[Opening Recorded data section]

#include <gmock/gmock.h>
#include <gtest/gtest.h>

#include <cmath>
#include <filesystem>
#include <fstream>
#include <sstream>

#include "tests/unit/network/tracer_reading_support.hpp"

namespace stillzone::network {
namespace {

using testing::ElementsAre;
using testing::HasSubstr;
using testing::IsEmpty;

std::vector<double> values(const TracerReading& reading) {
  std::vector<double> all;
  for (const TracerSample& sample : reading.test->points.at(0).samples) all.push_back(sample.value);
  return all;
}
std::vector<double> times(const TracerReading& reading) {
  std::vector<double> all;
  for (const TracerSample& sample : reading.test->points.at(0).samples) all.push_back(sample.time);
  return all;
}
const std::vector<std::string>& notes(const TracerReading& reading) {
  return reading.test->points.at(0).notes;
}

TEST(TracerTestReader, ReadsAPlainTest) {
  const auto reading = read_outlet("t,c\n0,0\n1,7.6\n2,7.2\n", R"({"title": "Spring"})");
  ASSERT_TRUE(reading.test) << reading.faults;
  EXPECT_EQ(reading.test->title, "Spring");
  EXPECT_DOUBLE_EQ(reading.test->volume.value(), 3000.0);
  EXPECT_DOUBLE_EQ(reading.test->mean_flow.value(), 150.0);
  EXPECT_DOUBLE_EQ(std::get<PulseDose>(reading.test->dose).mass, 24000.0);
  EXPECT_EQ(reading.test->dose_into, "feed");
  EXPECT_EQ(reading.test->background.how, "none stated, taken as 0");
  EXPECT_EQ(reading.test->models.size(), 8U);
  EXPECT_THAT(values(reading), ElementsAre(0.0, 7.6, 7.2));
  EXPECT_THAT(notes(reading), IsEmpty());
  EXPECT_EQ(reading.test->points[0].samples[1].line, 3);
}

TEST(TracerTestReader, MissingCellsAreLeftOutAndCounted) {
  const auto reading = read_outlet("t,c\n0,0\n1,\n,5\n2,NA\n3,nan\n4,-\n5,#N/A\n6,7\n");
  ASSERT_TRUE(reading.test) << reading.faults;
  EXPECT_THAT(times(reading), ElementsAre(0.0, 6.0));
  EXPECT_THAT(notes(reading),
              ElementsAre("outlet.csv: 6 of 8 rows have no time or no value; left out"));
}

TEST(TracerTestReader, DuplicatesAreAveragedWithTheirErrorOverRootN) {
  const auto reading = read_outlet("t,c\n0,0\n1,7\n1,8\n1,9\n2,7\n");
  ASSERT_TRUE(reading.test) << reading.faults;
  EXPECT_THAT(values(reading), ElementsAre(0.0, 8.0, 7.0));
  EXPECT_NEAR(reading.test->points[0].samples[1].error, 0.1 / std::sqrt(3.0), 1e-15);
  EXPECT_DOUBLE_EQ(reading.test->points[0].samples[2].error, 0.1);
  EXPECT_THAT(notes(reading),
              ElementsAre("outlet.csv: lines 3, 4 and 5 have the same time; averaged"));
}

TEST(TracerTestReader, UnequalErrorsOfDuplicatesAddAsSquares) {
  const auto reading = read_outlet("t,c\n1,6\n1,8\n2,7\n", "{}", R"({"error": "10 %"})");
  ASSERT_TRUE(reading.test) << reading.faults;
  // sqrt(0.6^2 + 0.8^2) / 2
  EXPECT_NEAR(reading.test->points[0].samples[0].error, 0.5, 1e-15);
}

TEST(TracerTestReader, ANumberBesideALimitIsKeptAndOfTwoLimitsTheLower) {
  const auto reading = read_outlet("t,c\n1,<0.2\n1,0.4\n1,0.6\n2,<0.5\n2,<0.3\n3,7\n");
  ASSERT_TRUE(reading.test) << reading.faults;
  const auto& samples = reading.test->points[0].samples;
  EXPECT_THAT(values(reading), ElementsAre(0.5, 0.3, 7.0));
  EXPECT_FALSE(samples[0].censored);
  EXPECT_NEAR(samples[0].error, 0.1 / std::sqrt(2.0), 1e-15);
  EXPECT_TRUE(samples[1].censored);
}

TEST(TracerTestReader, ManyDuplicatesMakeFewNotes) {
  std::string table = "t,c\n";
  for (int i = 0; i < 40; ++i) table += std::to_string(i / 2) + ",5\n";
  const auto reading = read_outlet(table);
  ASSERT_TRUE(reading.test) << reading.faults;
  EXPECT_EQ(notes(reading).size(), 5U);
  EXPECT_EQ(notes(reading).back(), "outlet.csv: 16 more times stand more than once; averaged");
}

TEST(TracerTestReader, UnsortedRowsAreSorted) {
  const auto reading = read_outlet("t,c\n2,7\n0,0\n1,8\n");
  ASSERT_TRUE(reading.test) << reading.faults;
  EXPECT_THAT(values(reading), ElementsAre(0.0, 8.0, 7.0));
  EXPECT_THAT(notes(reading), ElementsAre("outlet.csv: rows were not in time order; sorted"));
}

TEST(TracerTestReader, CellsUnderALimitAreCensoredAtIt) {
  const auto reading = read_outlet("t,c\n1,<0.02\n2,< 0.03\n3,\"<0,04\"\n4,<=0.05\n5,0.06\n");
  ASSERT_TRUE(reading.test) << reading.faults;
  EXPECT_THAT(values(reading), ElementsAre(0.02, 0.03, 0.04, 0.05, 0.06));
  for (std::size_t i = 0; i < 4; ++i) EXPECT_TRUE(reading.test->points[0].samples[i].censored);
  EXPECT_FALSE(reading.test->points[0].samples[4].censored);
}

TEST(TracerTestReader, ValuesUnderTheDetectionLimitAreCensored) {
  const auto reading =
      read_outlet("t,c\n1,0\n2,0.019\n3,0.02\n4,-0.01\n5,<0.5\n6,nd\n7,<LOD\n8,n.d.\n", "{}",
                  R"({"detection_limit": "0.02 g/m3"})");
  ASSERT_TRUE(reading.test) << reading.faults;
  const auto& samples = reading.test->points[0].samples;
  EXPECT_THAT(values(reading), ElementsAre(0.02, 0.02, 0.02, 0.02, 0.5, 0.02, 0.02, 0.02));
  std::vector<bool> censored;
  for (const TracerSample& sample : samples) censored.push_back(sample.censored);
  EXPECT_THAT(censored, ElementsAre(true, true, false, true, true, true, true, true));
}

TEST(TracerTestReader, NotDetectedWithoutALimitIsAFault) {
  EXPECT_EQ(read_outlet("t,c\n1,7\n2,ND\n").faults,
            "outlet.csv column c (line 3): \"ND\"; a sample under the limit needs the limit. Add "
            "\"detection_limit\", or write the cell like <0.02.\n");
}

TEST(TracerTestReader, DecimalCommasSemicolonsTabsAndByteOrderMark) {
  for (const char* table : {"\xEF\xBB\xBFt;c\r\n0,5;7,25\r\n1,5;<0,02\r\n",
                            "\xEF\xBB\xBFt\tc\n0,5\t7,25\n1,5\t<0,02\n"}) {
    const auto reading = read_outlet(table);
    ASSERT_TRUE(reading.test) << reading.faults;
    EXPECT_THAT(times(reading), ElementsAre(0.5, 1.5));
    EXPECT_THAT(values(reading), ElementsAre(7.25, 0.02));
    EXPECT_TRUE(reading.test->points[0].samples[1].censored);
  }
}

TEST(TracerTestReader, UnitsOfTheColumns) {
  const auto reading = read_outlet("t,c\n12,7000\n24,<20\n", "{}",
                                   R"({"time": {"unit": "h"}, "value": {"unit": "ug/L"}})");
  ASSERT_TRUE(reading.test) << reading.faults;
  EXPECT_THAT(times(reading), ElementsAre(0.5, 1.0));
  EXPECT_NEAR(values(reading)[0], 7.0, 1e-14);
  EXPECT_NEAR(values(reading)[1], 0.02, 1e-16);
  const auto mg_l = read_outlet("t,c\n1,7\n", "{}", R"({"value": {"unit": "mg/L"}})");
  ASSERT_TRUE(mg_l.test) << mg_l.faults;
  EXPECT_DOUBLE_EQ(values(mg_l)[0], 7.0);
}

TEST(TracerTestReader, ErrorAsShareAsConcentrationAndBoth) {
  const auto error_of = [](const char* written, double value) {
    const auto reading = read_outlet("t,c\n1," + std::to_string(value) + "\n2,10\n", "{}",
                                     std::string(R"({"error": )") + written + "}");
    EXPECT_TRUE(reading.test) << reading.faults;
    return reading.test ? reading.test->points[0].samples[0].error : -1.0;
  };
  EXPECT_NEAR(error_of(R"("3 %")", 8.0), 0.24, 1e-15);
  EXPECT_NEAR(error_of(R"("0.1 mg/L")", 8.0), 0.1, 1e-15);
  EXPECT_NEAR(error_of(R"(["3 %", "0.1 g/m3"])", 8.0), 0.26, 1e-15);
  EXPECT_NEAR(error_of(R"(["0.1 g/m3", "3 %"])", -8.0), 0.1, 1e-15);
}

TEST(TracerTestReader, AShareAloneIsTakenOfAFloorForSmallValues) {
  const auto with_limit = read_outlet("t,c\n1,<0.02\n2,10\n", "{}",
                                      R"({"error": "3 %", "detection_limit": "0.05 g/m3"})");
  ASSERT_TRUE(with_limit.test) << with_limit.faults;
  EXPECT_NEAR(with_limit.test->points[0].samples[0].error, 0.03 * 0.05, 1e-15);
  const auto without = read_outlet("t,c\n1,0\n2,10\n3,-1\n", "{}", R"({"error": "3 %"})");
  ASSERT_TRUE(without.test) << without.faults;
  EXPECT_NEAR(without.test->points[0].samples[0].error, 0.03 * 0.1, 1e-15);
  EXPECT_NEAR(without.test->points[0].samples[2].error, 0.03 * 0.1, 1e-15);
  EXPECT_THAT(notes(without)[0], HasSubstr("for 2 small values it is taken of 1 % of the largest"));
}

TEST(TracerTestReader, NegativeValuesAreKeptAndTold) {
  const auto reading = read_outlet("t,c\n1,-0.05\n2,8\n3,-0.5\n");
  ASSERT_TRUE(reading.test) << reading.faults;
  EXPECT_THAT(values(reading), ElementsAre(-0.05, 8.0, -0.5));
  EXPECT_THAT(notes(reading),
              ElementsAre("outlet.csv: 2 values below zero, kept as measured; 1 by more than three "
                          "errors: check the blank"));
}

TEST(TracerTestReader, SamplesBeforeTheDoseAreSetApart) {
  const auto reading =
      read_outlet("t,c\n-2,0.03\n-1,0.01\n0,0.02\n1,8\n", R"({"background": "before dose"})");
  ASSERT_TRUE(reading.test) << reading.faults;
  EXPECT_THAT(times(reading), ElementsAre(0.0, 1.0));
  EXPECT_EQ(reading.test->points[0].before.size(), 2U);
  EXPECT_DOUBLE_EQ(reading.test->background.level, 0.02);
  EXPECT_EQ(reading.test->background.how, "mean of 2 samples before the dose");
}

TEST(TracerTestReader, ADoseLaterThanTheFirstSamples) {
  const auto reading = read_outlet("t,c\n0,<0.04\n1,0.02\n2,0.02\n3,8\n",
                                   R"({"background": "before dose", "dose": {"at": "1.5 d"}})");
  ASSERT_TRUE(reading.test) << reading.faults;
  EXPECT_THAT(times(reading), ElementsAre(2.0, 3.0));
  EXPECT_DOUBLE_EQ(reading.test->dose_at, 1.5);
  EXPECT_EQ(
      reading.test->background.how,
      "mean of 2 samples before the dose, 1 of them under the limit and counted at half of it");
  EXPECT_DOUBLE_EQ(reading.test->background.level, 0.02);
}

TEST(TracerTestReader, ADriftBeforeTheDoseIsToldButNotFollowed) {
  const auto reading =
      read_outlet("t,c\n-4,1\n-3,1.2\n-2,1.4\n-1,1.6\n1,8\n", R"({"background": "before dose"})");
  ASSERT_TRUE(reading.test) << reading.faults;
  EXPECT_DOUBLE_EQ(reading.test->background.level, 1.3);
  EXPECT_DOUBLE_EQ(reading.test->background.slope, 0.0);
  ASSERT_EQ(reading.test->notes.size(), 1U);
  EXPECT_THAT(reading.test->notes[0], HasSubstr("the samples before the dose drift"));
  const auto steady =
      read_outlet("t,c\n-4,1.1\n-3,1\n-2,1.1\n-1,1\n1,8\n", R"({"background": "before dose"})");
  EXPECT_THAT(steady.test->notes, IsEmpty());
}

TEST(TracerTestReader, ADriftingBackgroundAsStated) {
  const auto reading = read_outlet(
      "t,c\n1,8\n",
      R"({"background": {"at_dose": "0.02 g/m3", "later": "50 ug/L", "after": "60 d"}})");
  ASSERT_TRUE(reading.test) << reading.faults;
  EXPECT_DOUBLE_EQ(reading.test->background.level, 0.02);
  EXPECT_NEAR(reading.test->background.slope, 0.0005, 1e-15);
}

TEST(TracerTestReader, DatesCountFromTheDose) {
  const auto reading = read_outlet(
      "t,c\n01.03.2026 08:00,0.02\n02.03.2026 08:00,0\n02.03.2026 20:00,8\n03.03.2026,7\n",
      R"({"dose": {"at": "2026-03-02 08:00"}})",
      R"({"time": {"unit": null, "dates": "day first"}})");
  ASSERT_TRUE(reading.test) << reading.faults;
  EXPECT_DOUBLE_EQ(reading.test->dose_at, 0.0);
  ASSERT_EQ(times(reading).size(), 3U);
  EXPECT_NEAR(times(reading)[1], 0.5, 1e-9);
  EXPECT_NEAR(times(reading)[2], 2.0 / 3.0, 1e-9);
  EXPECT_NEAR(reading.test->points[0].before[0].time, -1.0, 1e-9);
}

TEST(TracerTestReader, TheTimeOfDayMayStandInAColumnOfItsOwn) {
  const char* const point =
      R"({"time": {"column": "day", "clock": "hour", "unit": null, "dates": "month first"}})";
  const char* const dose = R"({"dose": {"at": "2026-03-02 08:00"}})";
  const auto reading =
      read_outlet("day,hour,c\n3/2/2026,8:00 PM,8\n3/3/2026,,9\n3/4/2026,08:00,6\n", dose, point);
  ASSERT_TRUE(reading.test) << reading.faults;
  ASSERT_EQ(times(reading).size(), 2U);
  EXPECT_NEAR(times(reading)[0], 0.5, 1e-9);
  EXPECT_NEAR(times(reading)[1], 2.0, 1e-9);
  EXPECT_THAT(read_outlet("day,hour,c\n3/2/2026,8.00,8\n", dose, point).faults,
              HasSubstr("outlet.csv column day (line 2): \"3/2/2026 8.00\"; a date and time"));
  EXPECT_THAT(read_outlet("t,c\n1,8\n", "{}", R"({"time": {"clock": "c"}})").faults,
              HasSubstr("a time of day belongs to a column of dates"));
}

[Closing Recorded data section]

Collect every line with the string "slope" from the records, and copy each.

Answer space →
  EXPECT_DOUBLE_EQ(reading.test->background.slope, 0.0);
  EXPECT_NEAR(reading.test->background.slope, 0.0005, 1e-15);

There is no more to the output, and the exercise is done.